OpenAI Compatibility API
Takeoff has an integrated API layer to provide compatibility with OpenAI's Chat Completion API. This means that developers can now use OpenAI's existing client libraries or minimally adapt existing codebases to interact seamlessly with Takeoff via the API layer.
A full API schema for the compatibility layer is provided here.
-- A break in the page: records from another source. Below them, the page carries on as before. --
def json_text(value: Any, path: str = "", depth: int = 0) -> str:
    """Plain data as JSON, keys sorted, a list of numbers on one line; ValueError where a number is not finite."""
    inner, outer = "  " * (depth + 1), "  " * depth
    if isinstance(value, Mapping):
        items = [
            f"{json.dumps(str(k))}: {json_text(value[k], f'{path}.{k}', depth + 1)}" for k in sorted(value, key=str)
        ]
        return "{\n" + inner + f",\n{inner}".join(items) + f"\n{outer}}}" if items else "{}"
    if isinstance(value, np.ndarray):
        value = value.tolist()
    if isinstance(value, list | tuple):
        items = [json_text(v, f"{path}[{i}]", depth + 1) for i, v in enumerate(value)]
        if any(isinstance(v, Mapping | list | tuple | str | np.ndarray) for v in value):
            return "[\n" + inner + f",\n{inner}".join(items) + f"\n{outer}]"
        return "[" + ", ".join(items) + "]"
    if isinstance(value, np.generic):
        value = value.item()
    if isinstance(value, float) and not math.isfinite(value):
        raise ValueError(f"{path.lstrip('.')} is {value}, which result.json cannot hold")
    return json.dumps(value, ensure_ascii=False)


def write_json(result: Result, path: str | Path, status: str = DONE) -> None:
    """Write `result.json` (see `result_json`)."""
    Path(path).write_text(result_json(result, status), encoding="utf-8")


def subbands_csv(result: Result, status: str = DONE) -> str:
    """The text of `subbands.csv`: a line a subband under the names that `result.json` uses, then a share a layer, then
    how its energy moves with each dimension.

    Lines in front that start with `#` say what it is, the energy zero and the digest of the input. What does not apply
    is empty.
    """
    lines = io.StringIO()
    lines.write(f"# wiresolve subbands of {' '.join(result.problem.title.split())}\n")
    lines.write(f"# energies from {' '.join(result.energy_zero_text.split())}; masses in units of m0\n")
    lines.write(f"# status {status}; input digest {result.problem.digest}\n")
    moved = [{"of": s.of, "unit": s.unit, "values": s.values} for s in result.sensitivities]
    write_columns(lines, columns.subbands([vars(s) for s in result.subbands], moved))
    return lines.getvalue()


def write_columns(lines: TextIO, found: Mapping[str, Sequence[object]]) -> None:
    """Columns as lines of CSV, their heads first."""
    table = csv.writer(lines, lineterminator="\n")
    table.writerow(found)
    table.writerows([cell(value) for value in row] for row in zip(*found.values(), strict=True))


def cell(value: object) -> str:
    """A value as a CSV file holds it: exact floats, empty where there is none."""
    if value is None:
        return ""
    if isinstance(value, bool | np.bool_):
        return "true" if value else "false"
    if isinstance(value, float):
        return repr(float(value))
    return str(value)


def write_subbands(result: Result, path: str | Path, status: str = DONE) -> None:
    """Write `subbands.csv` (see `subbands_csv`)."""
    Path(path).write_text(subbands_csv(result, status), encoding="utf-8")


def aligned(rows: Sequence[Sequence[str]], left: Iterable[int] = ()) -> list[str]:
    """Lines of a table whose columns are as wide as they need to be; those in `left` flush left, others right."""
    left = set(left)
    widths = [max(len(row[c]) for row in rows) for c in range(len(rows[0]))]
    lines = []
    for row in rows:
        cells = [v.ljust(widths[c]) if c in left else v.rjust(widths[c]) for c, v in enumerate(row)]
        lines.append("  ".join(cells).rstrip())
    return lines


def described(rows: Sequence[tuple[str, str]]) -> list[str]:
    """Keys and texts in two columns, long texts wrapped inside theirs."""
    width = max(len(key) for key, _ in rows) + 2
    lines: list[str] = []
    for key, text in rows:
        wrapped = textwrap.wrap(text, max(40, WIDTH - width)) or [""]
        lines += [f"{head:<{width}}{part}" for head, part in zip([key, *[""] * len(wrapped)], wrapped, strict=False)]
    return lines


def paragraphs(text: str, indent: str = "") -> list[str]:
    """Running text wrapped to the width of a terminal, its own line breaks kept."""
    lines: list[str] = []
    for line in text.splitlines():
        lines += textwrap.wrap(line, WIDTH, initial_indent=indent, subsequent_indent=indent) or [""]
    return lines
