"""Warnings: each has a case that triggers it and one that does not, and what it says is checked."""

from __future__ import annotations

from pathlib import Path

import numpy as np
import pytest

from wiresolve.describe.wirefile import parse
from wiresolve.errors import InputError
from wiresolve.physics.fermi import fermi_integral
from wiresolve.result import Result
from wiresolve.solve import solve


def wire(section: str, rest: str = "", subbands: int = 3, energy: str = "0.1 meV") -> Result:
    text = f'title = "remarks"\n[section]\n{section}\n{rest}\n[carriers]\ntemperature = "77 K"\n[accuracy]\n'
    return solve(parse(f'{text}subbands = {subbands}\nenergy = "{energy}"\n', Path()))


def codes(result: Result) -> set[str]:
    return {warned.code for warned in result.warnings}


def circle(diameter: float, material: str) -> str:
    return f'shape = "circle"\ndiameter = "{diameter} nm"\nmaterial = "{material}"'


def shell(thickness: float, material: str) -> str:
    return f'[[section.layers]]\nthickness = "{thickness} nm"\nmaterial = "{material}"\n'


def test_mass_range_gives_the_size_of_the_error() -> None:
    """E (1 + alpha E) = parabolic energy in closed form (E. O. Kane, J. Phys. Chem. Solids 1, 249 (1957))."""
    result = wire(circle(14, "InSb"))
    assert "mass-range" in codes(result)
    assert "outside its range" in result.verdict.text
    alpha = (1 - 0.0135) ** 2 / 0.2349
    parabolic = 0.0380998211 / 0.0135 * (2.404825558 / 7) ** 2
    expected = 1e3 * ((1 + 4 * alpha * parabolic) ** 0.5 - 1) / (2 * alpha)
    text = next(warned.text for warned in result.warnings if warned.code == "mass-range")
    said = float(text.split("lies near ")[1].split(" meV")[0])
    assert said == pytest.approx(expected, rel=0.02)
    wide = wire(circle(80, "InAs"))
    assert "mass-range" not in codes(wide)
    assert "outside its range" not in wide.verdict.text


def test_open_barrier_and_wall_too_near() -> None:
    deep = wire(circle(16, "GaAs"), shell(8, "Al0.3Ga0.7As"))
    assert codes(deep) == set()
    assert all(subband.bound for subband in deep.subbands)
    shallow = wire(circle(16, "GaAs"), shell(8, "Al0.3Ga0.7As"), subbands=10)
    assert codes(shallow) >= {"open-barrier", "wall-too-near"}
    assert [subband.bound for subband in shallow.subbands].index(False) == 8
    assert "from number 9 on" in next(w.text for w in shallow.warnings if w.code == "open-barrier")
    thin = wire(circle(8, "GaAs"), shell(1.5, "Al0.3Ga0.7As"), subbands=1)
    assert codes(thin) >= {"wall-too-near"}


def test_a_material_outside_is_extended_until_no_wall_is_seen() -> None:
    result = wire(circle(10, "GaAs") + '\noutside = "Al0.3Ga0.7As"', subbands=3)
    assert codes(result) <= {"mass-range"}
    assert max(abs(s.wall_effect_eV) for s in result.subbands) < 1e-6
    assert "behind a hard wall" not in " ".join(result.not_modelled)
    assert "behind a hard wall" in " ".join(wire(circle(10, "GaAs")).not_modelled)


def test_separate_pieces() -> None:
    other = '[[section.patches]]\nshape = "circle"\ndiameter = "20 nm"\ncenter = ["{} nm", "0 nm"]\nmaterial = "GaAs"\n'
    apart = wire(circle(20, "GaAs"), other.format(50), subbands=2)
    assert "separate-pieces" in codes(apart)
    assert "2 separate pieces" in apart.verdict.text
    assert apart.subbands[1].energy_eV == pytest.approx(apart.subbands[0].energy_eV, abs=2e-5)
    assert "separate-pieces" not in codes(wire(circle(20, "GaAs"), other.format(15), subbands=2))


def test_only_what_matters_is_listed_as_left_out() -> None:
    alone, layered = wire(circle(20, "GaAs")), wire(circle(20, "GaAs"), shell(5, "AlAs"))
    assert not any(text.startswith("strain") for text in alone.not_modelled)
    assert any(text.startswith("strain") for text in layered.not_modelled)
    assert "indirect-gap" in codes(layered)
    assert "indirect-gap" not in codes(alone)


CROSSING = """
title = "two boxes of unlike mass"
[section]
shape = "rectangle"
width = "10 nm"
height = "10 nm"
material = "light"
[[section.patches]]
shape = "rectangle"
width = "3 nm"
height = "3 nm"
center = ["20 nm", "0 nm"]
material = "heavy"
[materials.light]
electron_mass = 0.067
conduction_edge = "0 eV"
[materials.heavy]
electron_mass = 1.0
conduction_edge = "0.08 eV"
[carriers]
temperature = "300 K"
fermi_level = "0.25 eV"
[accuracy]
subbands = 3
"""


def test_bands_of_unlike_mass_keep_their_carriers_where_they_cross() -> None:
    """Closed form: two separate boxes, sums of squares, each band a parabola of its own mass."""
    result = solve(parse(CROSSING, Path()))
    unit, thermal = 0.0380998211096858, 8.617333262e-5 * 300
    waves = np.arange(1, 13)
    total, found = 0.0, []
    for mass, side, edge in ((0.067, 10.0, 0.0), (1.0, 3.0, 0.08)):
        levels = edge + unit / mass * (np.pi / side) ** 2 * (waves[:, None] ** 2 + waves[None] ** 2)
        states = 2 * np.sqrt(mass * thermal / (4 * np.pi * unit))
        density = states * fermi_integral(-0.5, (0.25 - levels.ravel()) / thermal)
        total += float(density.sum())
        found += list(zip(levels.ravel(), density, strict=True))
    assert result.line_density_per_nm == pytest.approx(total, rel=1e-3)
    for subband, (energy, density) in zip(result.subbands, sorted(found), strict=False):
        assert subband.energy_eV == pytest.approx(energy, abs=1e-4)
        assert subband.line_density_per_nm == pytest.approx(density, rel=5e-3)


def test_unlike_valley_degeneracies_are_refused() -> None:
    text = CROSSING.replace("electron_mass = 1.0", "electron_mass = 1.0\nvalley_degeneracy = 6")
    with pytest.raises(InputError, match="valley_degeneracy differs"):
        solve(parse(text, Path()))
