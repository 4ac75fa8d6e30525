"""Motion along the wire: axial masses and E(k) against closed forms and direct solves."""

from __future__ import annotations

from pathlib import Path

import numpy as np
import pytest
from scipy.optimize import brentq
from scipy.special import jv, jvp, kv, kvp

from wiresolve.describe.wirefile import parse
from wiresolve.fem import eigen
from wiresolve.physics.listing import listing
from wiresolve.physics.subbands import Certified, certify
from wiresolve.physics.wire import Wire
from wiresolve.solve import solve

HBAR2_OVER_2M0 = 0.0380998211096858

ROUND = """
title = "finite barrier"
[section]
shape = "circle"
diameter = "10 nm"
material = "well"
outside = "barrier"
[materials.well]
electron_mass = 0.067
conduction_edge = "0 eV"
[materials.barrier]
electron_mass = 0.092
conduction_edge = "0.3 eV"
[carriers]
temperature = "77 K"
[accuracy]
subbands = 3
energy = "1e-4 meV"
"""

SKEW = """
title = "axis-plane terms across a jump"
[section]
shape = "hexagon"
across_flats = "9 nm"
material = "core"
[[section.layers]]
thickness = "4 nm"
material = "shell"
[materials.core]
inverse_mass = [[20, 0, 8], [0, 20, 3], [8, 3, 20]]
conduction_edge = "0 eV"
[materials.shell]
inverse_mass = [[10, 0, 0], [0, 10, 0], [0, 0, 10]]
conduction_edge = "0.3 eV"
[carriers]
temperature = "77 K"
[accuracy]
subbands = 4
energy = "1e-3 meV"
"""


def round_level(angular: int, k: float) -> float:
    """Lowest level of the round finite well at k by matching J and K (Bastard, Wave Mechanics Applied to Semiconductor
    Heterostructures, 1988, chapter III; D. J. BenDaniel and C. B. Duke, Phys. Rev. 152, 683 (1966))."""
    radius, edge, inner, outer = 5.0, 0.3, 0.067, 0.092

    def mismatch(energy: float) -> float:
        p = np.sqrt(inner * energy / HBAR2_OVER_2M0 - k**2)
        q = np.sqrt(outer * (edge - energy) / HBAR2_OVER_2M0 + k**2)
        return float(
            p / inner * jvp(angular, p * radius) * kv(angular, q * radius)
            - q / outer * jv(angular, p * radius) * kvp(angular, q * radius)
        )

    low = HBAR2_OVER_2M0 * k**2 / inner + 1e-6
    grid = np.linspace(low, edge + HBAR2_OVER_2M0 * k**2 / outer - 1e-9, 400)
    signs = np.sign([mismatch(e) for e in grid])
    first = int(np.flatnonzero(signs[1:] != signs[:-1])[0])
    return float(brentq(mismatch, grid[first], grid[first + 1], xtol=1e-15))


def certified(text: str) -> tuple[Wire, Certified]:
    wire = Wire(parse(text, Path()))
    accuracy = wire.problem.accuracy
    return wire, certify(wire.draw, wire.channels, accuracy.subbands, accuracy.energy_eV)


def test_dispersion_of_a_round_well_with_a_mass_jump() -> None:
    """E(k) of the two lowest levels from the matching condition at each k, and the axial mass from its curvature."""
    result = solve(parse(ROUND, Path()))
    k = result.dispersion.k_per_nm
    chosen = np.flatnonzero((k > 0) & (k < 0.35))[::4]
    assert len(chosen) >= 3
    for i, angular in ((0, 0), (1, 1), (2, 1)):
        exact = [round_level(angular, float(k[j])) for j in chosen]
        np.testing.assert_allclose(result.dispersion.energy_eV[i, chosen], exact, atol=3e-6)
        step = 1e-2
        curvature = (round_level(angular, step) - round_level(angular, 0.0)) / step**2
        subband = result.subbands[i]
        assert subband.axial_mass == pytest.approx(HBAR2_OVER_2M0 / curvature, rel=2e-5)
        assert subband.axial_mass_error < 1e-4 * subband.axial_mass
        assert subband.k_min_per_nm == 0.0


def test_axial_mass_of_one_material_is_its_own() -> None:
    """Hard wall, one isotropic mass: the axial mass is that mass to rounding."""
    text = ROUND.replace('outside = "barrier"', 'outside = "hard wall"')
    for subband in solve(parse(text, Path())).subbands:
        assert subband.axial_mass == pytest.approx(0.067, rel=1e-12)


def test_second_order_terms_are_those_of_the_dispersion() -> None:
    """Axis-plane terms that jump: the mass from perturbation theory against a fine difference of direct solves."""
    wire, found = certified(SKEW)
    masses = listing(wire, found)
    pencil, step = found.solved[0].pencil, 0.01
    energy, _ = eigen.lowest(pencil.at(step), pencil.mass, 8, found.solved[0].shift_eV)
    half = (energy[:4] - found.solved[0].energy_eV[:4]) / step**2
    finite = HBAR2_OVER_2M0 / half
    level = found.solved[0].level[:4]
    for number in np.unique(level):
        pick = level == number
        np.testing.assert_allclose(
            np.sort(masses.axial_mass[:4][pick]), np.sort(finite[pick]), rtol=2e-3, err_msg=f"level {number}"
        )
    without = HBAR2_OVER_2M0 / np.diag(pencil.expected(2, found.solved[0].unknown_states))[:4].real
    assert (masses.axial_mass[:4] > 1.02 * without).all()


def test_reduced_space_is_as_good_as_it_says() -> None:
    """E(k) of the reduced space lies above direct solves by no more than its bound, also between its points."""
    wire, found = certified(SKEW)
    bands = listing(wire, found).by_channel[0].bands
    pencil = found.solved[0].pencil
    assert bands.error_bound_eV <= 1e-6
    for j in (7, 23, 38, 52):
        energy, _ = eigen.lowest(pencil.at(float(bands.k_per_nm[j])), pencil.mass, 6, found.solved[0].shift_eV)
        above = np.sort(bands.energy_eV[:, j]) - energy[:4]  # rows follow bands, which may cross
        assert (above > -1e-12).all()
        assert (above <= 2 * bands.error_bound_eV + 1e-12).all()


def test_minimum_off_the_centre_is_found() -> None:
    """A jump of the axis-plane term strong enough to bend E(k) downwards at k = 0: the minimum lies off it."""
    text = (
        SKEW.replace("[[20, 0, 8], [0, 20, 3], [8, 3, 20]]", "[[20, 0, 19.0], [0, 20, 0], [19.0, 0, 20]]")
        .replace("[[10, 0, 0], [0, 10, 0], [0, 0, 10]]", "[[20, 0, -19.0], [0, 20, 0], [-19.0, 0, 20]]")
        .replace('conduction_edge = "0.3 eV"', 'conduction_edge = "0.02 eV"')
        .replace('energy = "1e-3 meV"', 'energy = "0.1 meV"')
    )
    result = solve(parse(text, Path()))
    lowest = result.dispersion.energy_eV.min(axis=1)
    assert any(subband.k_min_per_nm > 0.1 for subband in result.subbands)
    for subband, bottom, row in zip(result.subbands, lowest, result.dispersion.energy_eV, strict=True):
        assert subband.energy_eV == pytest.approx(bottom, abs=2e-5)
        assert subband.energy_eV <= row[0] + subband.error_eV
        if row[0] - bottom > 1e-3:
            assert subband.k_min_per_nm > 0
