class TestNonlinear:
    def solved(
        self, gate_V: float, start_V: float = 0.0, donors: float = 0.0, scale: float = 1.0
    ) -> tuple[Field, Array, Array]:
        mesh, _ = ring()
        poisson = ring_field(mesh, donors, scale)
        found = nonlinear(
            poisson,
            poisson.held_values({"gate": gate_V}),
            lambda phi: tuple(scale * part for part in electrons(phi)),  # type: ignore[return-value]
            np.flatnonzero(mesh.admitted),
            np.full(len(mesh.points), start_V),
            1e-10,
        )
        return poisson, found.phi, found.load

    def test_a_charge_in_proportion_to_the_potential(self) -> None:
        # Screening in proportion: phi = phi(R) I0(r/l)/I0(R/l), the modified Bessel function (elementary).
        mesh, _ = ring(1.5)
        poisson, length = ring_field(mesh), 4.0
        slope = -EPSILON0_PER_V_NM * SEMICONDUCTOR / length**2
        charged = ChargedField(poisson, np.flatnonzero(mesh.admitted))
        start = np.zeros(len(mesh.points))
        held = poisson.held_values({"gate": 1.0})
        found = charged.solve(held, lambda phi: (slope * phi, np.full_like(phi, slope)), start, 1e-9)
        x = 10.0 / length
        inside = 2 * math.pi * EPSILON0_PER_V_NM * SEMICONDUCTOR * x * iv(1, x) / iv(0, x)
        outside = 2 * math.pi * EPSILON0_PER_V_NM * OXIDE / math.log(1.5)
        surface = outside / (inside + outside)
        radius = np.hypot(*mesh.points.T)
        core = radius < 10.0 + 1e-6
        assert found.factors == 1
        assert found.phi[core] == pytest.approx(surface * iv(0, radius[core] / length) / iv(0, x), rel=2e-6)
        assert poisson.charges(found.phi, found.load)["gate"] == pytest.approx(surface * inside, rel=1e-7)

    @pytest.mark.parametrize("gate_V", [-1.0, 0.3, 2.0])
    def test_the_start_does_not_matter_and_charge_balances(self, gate_V: float) -> None:
        poisson, phi, load = self.solved(gate_V)
        for start in (-2.0, 1.0):
            assert self.solved(gate_V, start)[1] == pytest.approx(phi, abs=1e-9)
        total = load.sum()
        assert poisson.charges(phi, load)["gate"] + total == pytest.approx(0.0, abs=1e-8 * abs(total) + 1e-12)

    def test_permittivity_and_charge_scaled_together(self) -> None:
        assert self.solved(0.7)[1] == pytest.approx(self.solved(0.7, scale=5.0)[1], abs=1e-9)

    def test_isolated_section_is_neutral(self) -> None:
        mesh, _ = ring()
        donors = 2e-3
        poisson = poisson_field(
            Space(mesh, whole=True),
            [SEMICONDUCTOR] * 2,
            {},
            density_by_region_per_nm3=by_name(mesh, {"core": donors, "layer 1": 0.0}),
        )
        for start in (-1.0, 0.0, 1.0):
            found = nonlinear(
                poisson,
                np.zeros(0),
                electrons,
                np.flatnonzero(mesh.admitted),
                np.full(len(mesh.points), start),
                1e-10,
            )
            # Donors and electrons in the same place cancel there: the potential is flat.
            assert found.load.sum() == pytest.approx(0.0, abs=1e-9 * donors * math.pi * 100)
            assert found.phi == pytest.approx(77 * KB * math.log(donors / 1e-4), abs=1e-8)

    @pytest.mark.parametrize("start", [-0.5, 0.1, 1.0])
    def test_a_root_with_an_edge_at_zero_temperature(self, start: float) -> None:
        # Between plates, density -c sqrt(phi) makes phi = (a y)^4 from where it is zero: phi'' = 12 a^4 y^2.
        height, rise = 6.0, 0.15
        factor = 12 * EPSILON0_PER_V_NM * SEMICONDUCTOR * rise**2
        outline = box(1.0, height)
        with Mesher([piece("core", outline)]) as mesher:
            mesh, _ = mesher.mesh(SizeField(1.0))
        gates = {name: edges_along(mesh, [outline.segments[k]]) for name, k in (("low", 0), ("high", 2))}
        poisson = poisson_field(Space(mesh, whole=True), [SEMICONDUCTOR], gates)

        def density(phi: Array) -> tuple[Array, Array]:
            root = np.sqrt(np.maximum(phi, 0.0))
            with np.errstate(divide="ignore"):
                return -factor * root, np.where(root > 0, -factor / (2 * root), 0.0)

        held = poisson.held_values({"low": 0.0, "high": (rise * height) ** 4})
        found = nonlinear(poisson, held, density, np.arange(len(mesh.cells)), np.full(len(mesh.points), start), 1e-9)
        assert found.phi == pytest.approx((rise * mesh.points[:, 1]) ** 4, abs=1e-8)

    def test_steps_that_do_not_suffice_are_told(self) -> None:
        mesh, _ = ring()
        poisson = ring_field(mesh)
        charged = ChargedField(poisson, np.flatnonzero(mesh.admitted))
        with pytest.raises(ConvergenceError, match="after 2 steps"):
            charged.solve(poisson.held_values({"gate": 2.0}), electrons, np.zeros(len(mesh.points)), 1e-12, steps=2)

    def test_the_last_solution_is_a_start(self) -> None:
        mesh, _ = ring()
        poisson = ring_field(mesh)
        charged = ChargedField(poisson, np.flatnonzero(mesh.admitted))
        one = charged.solve(poisson.held_values({"gate": 0.500}), electrons, np.zeros(len(mesh.points)), 1e-10)
        two = charged.solve(poisson.held_values({"gate": 0.501}), electrons, one, 1e-10)
        assert two.phi == pytest.approx(self.solved(0.501)[1], abs=1e-9)
        assert two.iterations < one.iterations


class TestImproved:
    def fields(self, size: float) -> tuple[Field, Field, Array]:
        meshes = ring(size)
        return ring_field(meshes[0]), ring_field(meshes[1]), np.flatnonzero(meshes[0].admitted)

    def test_a_newton_step_finds_what_degree_six_does(self) -> None:
        coarse, fine, cells = self.fields(2.0)
        held = [f.held_values({"gate": 0.6}) for f in (coarse, fine)]
        phi = nonlinear(coarse, held[0], electrons, cells, np.zeros(len(coarse.space.nodes)), 1e-11).phi
        full = nonlinear(fine, held[1], electrons, cells, np.zeros(len(fine.space.nodes)), 1e-11).phi
        density, slope = electrons(at_quadrature(coarse.space, phi, fine.space, cells))
        better = improved(coarse, fine, phi, held[1], density, slope, cells)
        before = np.abs(full - better.before).max()
        assert np.abs(full - better.phi).max() < 0.01 * before
        assert better.change_V == pytest.approx(before, rel=0.02)

    def test_shares_add_up_to_the_error_of_the_capacitance(self) -> None:
        outer, inner = circle(10.0), circle(4.0, center=(4.0, 0.0))
        meshes = pair_of([piece("layer 1", outer), piece("core", inner, VOID)], 2.0, 24)
        coarse, fine = (
            poisson_field(
                Space(m, whole=True),
                [9.0],
                {"rim": edges_along(m, outer.segments), "core": edges_along(m, inner.segments)},
            )
            for m in meshes
        )
        voltages = {"rim": 0.0, "core": 1.0}
        nothing = np.zeros(len(coarse.space.nodes))
        phi = coarse.solve_linear(nothing, coarse.held_values(voltages))
        better = improved(coarse, fine, phi, fine.held_values(voltages))
        # Smythe's closed form for circles off each other's centre (from memory).
        exact = 2 * math.pi * EPSILON0_PER_V_NM * 9.0 / math.acosh((16 + 100 - 16) / 80)
        error = coarse.charges(phi, nothing)["core"] - exact
        assert 0.5 * abs(error) < better.share_eV_per_nm.sum() < 5 * abs(error)

    def test_refined_to_the_ends_of_gates(self) -> None:
        # Two facing quarters of a rim: the other two pose the same problem, so that C = eps.
        parts = quarters(7.0)
        right, left = parts[3], parts[1]
        voltages, errors = {"right": 1.0, "left": 0.0}, []
        with Mesher([piece("core", Loop(parts))]) as mesher:
            size = SizeField(3.0, turn_cells=12)
            for _ in range(3):
                meshes = mesher.mesh(size)
                edges: list[dict[str, NamedEdges]] = [
                    {s.name: edges_along(m, [s]) for s in (right, left)} for m in meshes
                ]
                coarse, fine = (
                    poisson_field(Space(m, whole=True), [1.0], e) for m, e in zip(meshes, edges, strict=True)
                )
                nothing = np.zeros(len(coarse.space.nodes))
                phi = coarse.solve_linear(nothing, coarse.held_values(voltages))
                errors.append(coarse.charges(phi, nothing)["right"] / EPSILON0_PER_V_NM - 1)
                share = improved(coarse, fine, phi, fine.held_values(voltages)).share_eV_per_nm
                corners = field_corners(meshes[0], [1.0], [e.nodes for e in edges[0].values()])
                # r^(1/2): at degree p the energy's error goes like p^(-2), so that the share is 5/9 of it.
                assert share.sum() / EPSILON0_PER_V_NM == pytest.approx(5 / 9 * errors[-1], rel=0.15)
                size = finer(coarse.space, share[:, None], size, corners, 1e-6 * EPSILON0_PER_V_NM)
        assert [round(c.exponent, 6) for c in corners] == [0.5] * 4
        assert errors[2] < 0.05 * errors[1]
        assert errors[1] < 0.2 * errors[0]


class TestFieldCorners:
    def exponents(
        self, pieces: Sequence[Piece], permittivity: Mapping[str, float], held: Sequence[Segment]
    ) -> dict[tuple[float, float], float]:
        mesh, _ = pair_of(pieces, 2.0)
        edges = [edges_along(mesh, [segment]).nodes for segment in held]
        found = field_corners(mesh, by_name(mesh, permittivity), edges)
        return {(round(c.x, 6) + 0.0, round(c.y, 6) + 0.0): c.exponent for c in found}

    def test_reentrant_corner_held_or_not(self) -> None:
        points = [(0.0, 0.0), (6.0, 0.0), (6.0, 3.0), (3.0, 3.0), (3.0, 6.0), (0.0, 6.0)]
        sides = [Line(p, points[(i + 1) % 6], "side") for i, p in enumerate(points)]
        shape = [piece("core", Loop(tuple(sides)))]
        for held in ([], sides):
            assert self.exponents(shape, {"core": 1.0}, held) == {(3.0, 3.0): pytest.approx(2 / 3)}
        mixed = self.exponents(shape, {"core": 1.0}, [sides[2]])
        assert mixed[3.0, 3.0] == pytest.approx(1 / 3)

    def test_a_strip_of_metal_inside_ends_like_a_slit(self) -> None:
        halves = [piece("below 1", box(8.0, 3.0)), piece("above 1", box(8.0, 3.0, y=3.0))]
        strip = [piece("patch 1", box(4.0, 3.0))]
        found = self.exponents(
            [*halves, *strip],
            dict.fromkeys(("below 1", "above 1", "patch 1"), 5.0),
            [Line((0.0, 3.0), (4.0, 3.0), "x")],
        )
        assert found == {(4.0, 3.0): pytest.approx(0.5, rel=1e-5)}

    def test_a_corner_of_high_permittivity(self) -> None:
        # A quarter of weight k in a plane of weight 1: the symmetric exponent is (4/pi) arctan of
        # sqrt((3 + k)/(1 + 3 k)) (R. B. Kellogg, Appl. Anal. 4, 101 (1975)).
        pieces = [piece("below 1", box(8.0, 8.0)), piece("patch 1", box(4.0, 4.0))]
        k = 11.7
        found = self.exponents(pieces, {"below 1": 1.0, "patch 1": k}, [])
        wanted = 4 / math.pi * math.atan(math.sqrt((3 + k) / (1 + 3 * k)))
        wanted = min(wanted, 2 - wanted)
        assert found[4.0, 4.0] == pytest.approx(wanted, rel=1e-6)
Launch Takeoff with OpenAI compatibility layer​
The default port for this OpenAI-compatibility layer is set to 3003
. As with the other ports used by Takeoff, this port should be forwarded (using -p
) to allow interaction via the OpenAI-compatibility layer - as seen in the example below:
docker run --gpus all \
-e TAKEOFF_MODEL_NAME=gpt-3.5-turbo \
-e TAKEOFF_DEVICE=cuda \
-e LICENSE_KEY=[your_license_key] \
-e TAKEOFF_MAX_SEQUENCE_LENGTH=1024 \
-p 3000:3000 \
-p 3003:3003 \
-v ~/.takeoff_cache:/code/models \
tytn/takeoff-pro:0.19.1-gpu
By using this setup, you can directly pass queries in the OpenAI query schema to Takeoff, which will process these requests and return results using the OpenAI response schema. This feature is designed to offer developers an easy and effective way to leverage Takeoff's capabilities while maintaining compatibility with existing OpenAI-based workflows.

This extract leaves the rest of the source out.